• [What is required]: Please restate, exactly as written, the lines running from the beginning of the material through the line that has "rng = np.random.default_rng(n_tracks)" in it.

• [Supplied records]:
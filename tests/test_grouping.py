"""The one track grouping (python/osculate/_validate.py ↔ src/grouping.rs) and error relabelling."""

import numpy as np
import osculate as osc
import pytest
from osculate._validate import Grouping, Naming, group_rows, relabel


@pytest.mark.parametrize("n_tracks", [1, 7, 300])
def test_grouping_equals_a_stable_lexicographic_sort(n_tracks):
    # Reference: numpy.lexsort((key, codes)), a stable sort by (track, time); exact equality.
    rng = np.random.default_rng(n_tracks)
    codes = rng.integers(0, n_tracks, 5000)
    key = rng.integers(0, 50, 5000).astype(float)  # ties: stability matters
    g = Grouping.from_codes(codes, np.arange(n_tracks), key)
    expected = np.lexsort((key, codes))
    np.testing.assert_array_equal(g.order, expected)
    np.testing.assert_array_equal(
        g.offsets, np.r_[0, np.cumsum(np.bincount(codes, minlength=n_tracks))]
    )
    for a in (key, np.column_stack([key, -key]), codes.astype(np.uint8), codes > 3):
        k = g.to_kernel(a)
        np.testing.assert_array_equal(k, a[expected])
        np.testing.assert_array_equal(g.to_caller(k), a)


def test_grouped_rows_need_no_permutation():
    g = Grouping.from_codes(np.array([0, 0, 1, 1]), np.arange(2), np.array([0.0, 1.0, 0.0, 2.0]))
    assert g.order is None and g.inverse is None
    a = np.arange(4.0)
    assert g.to_caller(a) is a and g.to_kernel(a) is a


@pytest.mark.parametrize(
    "ids",
    [
        np.array([30, 10, 30, 20, 10]),  # integers: coded by a presence table
        np.array([3_000_000_000, -5, 3_000_000_000, 7, -5]),  # wide range: numpy.unique
        np.array(["b", "a", "b", "c", "a"]),
    ],
)
def test_group_rows_labels_are_sorted_ids(ids):
    # Reference: numpy.unique gives the sorted labels and codes; exact equality.
    g = group_rows(len(ids), tracks=ids, t=np.arange(len(ids), dtype=float))
    labels, codes = np.unique(ids, return_inverse=True)
    np.testing.assert_array_equal(g.labels, labels)
    np.testing.assert_array_equal(g.row_codes(), codes)


def test_relabel_names_caller_track_and_row():
    # Two tracks interleaved: kernel rows 3, 4, 5 are track "b", the caller's rows 1, 3, 4.
    g = group_rows(6, tracks=np.array(["a", "b", "a", "b", "b", "a"]), t=np.arange(6.0))
    err = osc.InputError("t: track 1, row 4: bad")
    err.argument, err.track, err.row, err.detail = "t", 1, 4, "bad"
    new = relabel(err, g)
    assert str(new) == "t: track 'b', row 3: bad" and new.row == 3
    index = ["r0", "r1", "r2", "r3", "r4", "r5"]
    framed = Grouping(
        g.offsets, None, g.labels, naming=Naming({"t": "time"}, index, "car", g.order)
    )
    new = relabel(err, framed)
    assert str(new) == "column 'time', row 'r3' (track 'b'): bad"
    assert (new.argument, new.row, new.track) == ("time", 3, "b")


def test_kernel_errors_are_worded_once_through_the_accessor():
    pd = pytest.importorskip("pandas")
    df = pd.DataFrame(
        {"car": ["a", "b"] * 4, "t": [0, 0, 1, 1, 1, 2, 3, 3], "x": range(8), "y": range(8)},
        index=[f"r{i}" for i in range(8)],
    )
    # Track "a" repeats the time 1 (rows r2 and r4): the kernel's message, worded once.
    with pytest.raises(osc.InputError) as info:
        df.osc.kinematics(time="t", position=["x", "y"], by="car")
    assert str(info.value).startswith("column 't', row 'r4' (track 'a'): ")
    assert str(info.value).count("(track") == 1 and "track 0" not in str(info.value)
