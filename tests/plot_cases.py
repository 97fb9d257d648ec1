"""Results and figure helpers shared by the tests of osculate.plot (test_plot*.py)."""

import matplotlib

matplotlib.use("Agg")  # set here, in the tests, not in the package

import numpy as np
import osculate as osc
from matplotlib.backends.backend_agg import FigureCanvasAgg
from osculate import plot

G = 9.80665  # standard gravity, m/s² (SI brochure; 3rd CGPM 1901)


def circle_2d():
    # Uniform circular motion, radius 50 m at 0.3 rad/s: v = 15 m/s, a_n = v²/r = 4.5 m/s².
    t = np.linspace(0.0, 20.0, 401)
    xy = 50.0 * np.column_stack([np.cos(0.3 * t), np.sin(0.3 * t)])
    return osc.kinematics(t, xy, order=4)


def helix_3d():
    # Helix (a cos t, a sin t, c t), a = 2, c = 0.5: κ = a/(a²+c²) = 0.4706, τ = c/(a²+c²).
    t = np.linspace(0.0, 12.0, 600)
    xyz = np.column_stack([2 * np.cos(t), 2 * np.sin(t), 0.5 * t])
    return osc.kinematics(t, xyz, up=(0, 0, 1), order=4)


def flagged_2d():
    """Two tracks: a stop, a straight, a long time step, a NaN row; EDGE at the ends."""
    t = np.linspace(0.0, 10.0, 201)
    t = np.concatenate([t[:120], t[120:] + 4.0])  # a 4 s hole: GAP
    x = np.where(t < 3, 0.0, (t - 3) ** 3 / 3.0)  # at rest, then moving off: STOPPED
    y = np.where(t > 8, 0.5 * (t - 8) ** 2, 0.0)  # straight until t = 8: STRAIGHT
    xy = np.column_stack([x, y])
    xy[60] = np.nan  # INVALID
    u = np.linspace(0.0, 6.0, 80)
    other = np.column_stack([10 * np.cos(0.4 * u), 10 * np.sin(0.4 * u)])
    k = osc.kinematics(
        np.concatenate([t, u]),
        np.vstack([xy, other]),
        tracks=np.repeat(["a", "b"], [len(t), len(u)]),
        method="smooth",
        min_speed=0.05,
    )
    return k


def flagged_3d():
    t = np.linspace(0.0, 8.0, 161)
    z = np.where(t < 2, 0.0, (t - 2) ** 3)  # a vertical take-off from rest
    xyz = np.column_stack([np.where(t > 5, (t - 5) ** 3, 0.0), 0 * t, z])
    xyz[100] = np.nan
    return osc.kinematics(t, xyz, min_speed=0.05)


RESULTS = {
    "2d": circle_2d,
    "3d": helix_3d,
    "2d-flagged": flagged_2d,
    "3d-flagged": flagged_3d,
}


def pixels(fig):
    canvas = FigureCanvasAgg(fig)
    canvas.draw()
    return np.asarray(canvas.buffer_rgba())


def assert_png(p, path):
    p.savefig(path)
    data = path.read_bytes()
    assert data[:8] == b"\x89PNG\r\n\x1a\n" and len(data) > 10_000
    img = pixels(p.figure)
    assert (img[..., :3] < 200).any(), "the figure is blank"


def texts(fig):
    import matplotlib.text

    return " ".join(t.get_text() for t in fig.findobj(matplotlib.text.Text))


def window_boxes(fig):
    """Drawn extents of every visible, non-empty text of a figure, by text."""
    import matplotlib.text

    pixels(fig)
    renderer = fig.canvas.get_renderer()
    out = {}
    for t in fig.findobj(matplotlib.text.Text):
        if t.get_visible() and t.get_text().strip():
            out[t] = t.get_window_extent(renderer)
    return out


def caution_text(fig):
    import matplotlib.text

    found = [
        t
        for t in fig.findobj(matplotlib.text.Text)
        if plot.CAUTION in " ".join(t.get_text().split())
    ]
    return found


def rmf_helix():
    t = np.linspace(0.0, 12.0, 600)
    xyz = np.column_stack([2 * np.cos(t), 2 * np.sin(t), 0.5 * t])
    return osc.kinematics(t, xyz, up=(0, 0, 1), order=4, frame="rotation-minimizing")


def scaled_circle(radius, n=201):
    u = np.linspace(0.0, 6.0, n)  # most of a turn, at no more than 10 m/s
    t = u * max(1.0, radius / 10.0)
    return osc.kinematics(t, radius * np.column_stack([np.cos(u), np.sin(u)]))


def tick_values(axis):
    """(tick location, number its label shows) for the visible ticks, after drawing."""
    fig = axis.axes.figure
    pixels(fig)
    lo, hi = sorted(axis.get_view_interval())
    out = []
    for tick in axis.get_major_ticks():
        loc, text = tick.get_loc(), tick.label1.get_text()
        if lo <= loc <= hi and text:
            out.append((loc, float(text.replace("\N{MINUS SIGN}", "-"))))
    assert len(out) >= 2
    return out


def clothoid_chain(spacing=0.5, grade=None):
    """A straight of 60 m along +x, a left spiral of 50 m into R = 80 m, 70 m of that arc.

    Exact positions: the clothoid from the straight is x = a·C(u/a), y = a·S(u/a) with
    a = sqrt(π R L) (Fresnel integrals, scipy.special.fresnel's convention); it ends turned by
    L/(2R), and the arc goes on about the centre R to its left. With ``grade`` the path climbs
    z = grade·s (a 3-D path whose plan view is the chain). Returns t (10 m/s), positions, s.
    """
    from scipy.special import fresnel

    straight, spiral, radius, arc = 60.0, 50.0, 80.0, 70.0
    s = np.arange(0.0, straight + spiral + arc, spacing)
    a = np.sqrt(np.pi * radius * spiral)
    fs, fc = fresnel(np.clip(s - straight, 0.0, spiral) / a)
    sx, sy = straight + a * fc, a * fs
    end = straight + spiral
    turn = spiral / (2 * radius)
    ex, ey = sx[s >= end][0], sy[s >= end][0]  # the spiral's end (u clipped to L)
    cx, cy = ex - radius * np.sin(turn), ey + radius * np.cos(turn)
    phi = turn + np.clip(s - end, 0.0, None) / radius
    x = np.where(s < straight, s, np.where(s < end, sx, cx + radius * np.sin(phi)))
    y = np.where(s < straight, 0.0, np.where(s < end, sy, cy - radius * np.cos(phi)))
    pos = np.column_stack([x, y] if grade is None else [x, y, grade * s])
    return s / 10.0, pos, s


def chain_elements(grade=None):
    from osculate.elements import elements_of

    t, pos, _ = clothoid_chain(grade=grade)
    up = None if grade is None else (0.0, 0.0, 1.0)
    k = osc.kinematics(t, pos, method="smooth", up=up)
    return k, elements_of(k, up=up), pos


def by_gid(fig, prefix):
    return [c for c in fig.findobj() if str(c.get_gid() or "").startswith(prefix)]


def distance_to_polyline(points, a, b):
    """Smallest distance of each point to the segments a[j]–b[j] (any dimension)."""
    ab = b - a
    w = points[:, None, :] - a[None, :, :]
    f = np.clip(np.einsum("ijk,jk->ij", w, ab) / np.einsum("jk,jk->j", ab, ab), 0.0, 1.0)
    return np.linalg.norm(w - f[..., None] * ab[None], axis=2).min(axis=1)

• [Solved exercise]:
filename tests/test_grouping.py
"""The one track grouping (python/osculate/_validate.py ↔ src/grouping.rs) and error relabelling."""

import numpy as np
import osculate as osc
import pytest
from osculate._validate import Grouping, Naming, group_rows, relabel


@pytest.mark.parametrize("n_tracks", [1, 7, 300])
def test_grouping_equals_a_stable_lexicographic_sort(n_tracks):
    # Reference: numpy.lexsort((key, codes)), a stable sort by (track, time); exact equality.
    rng = np.random.default_rng(n_tracks)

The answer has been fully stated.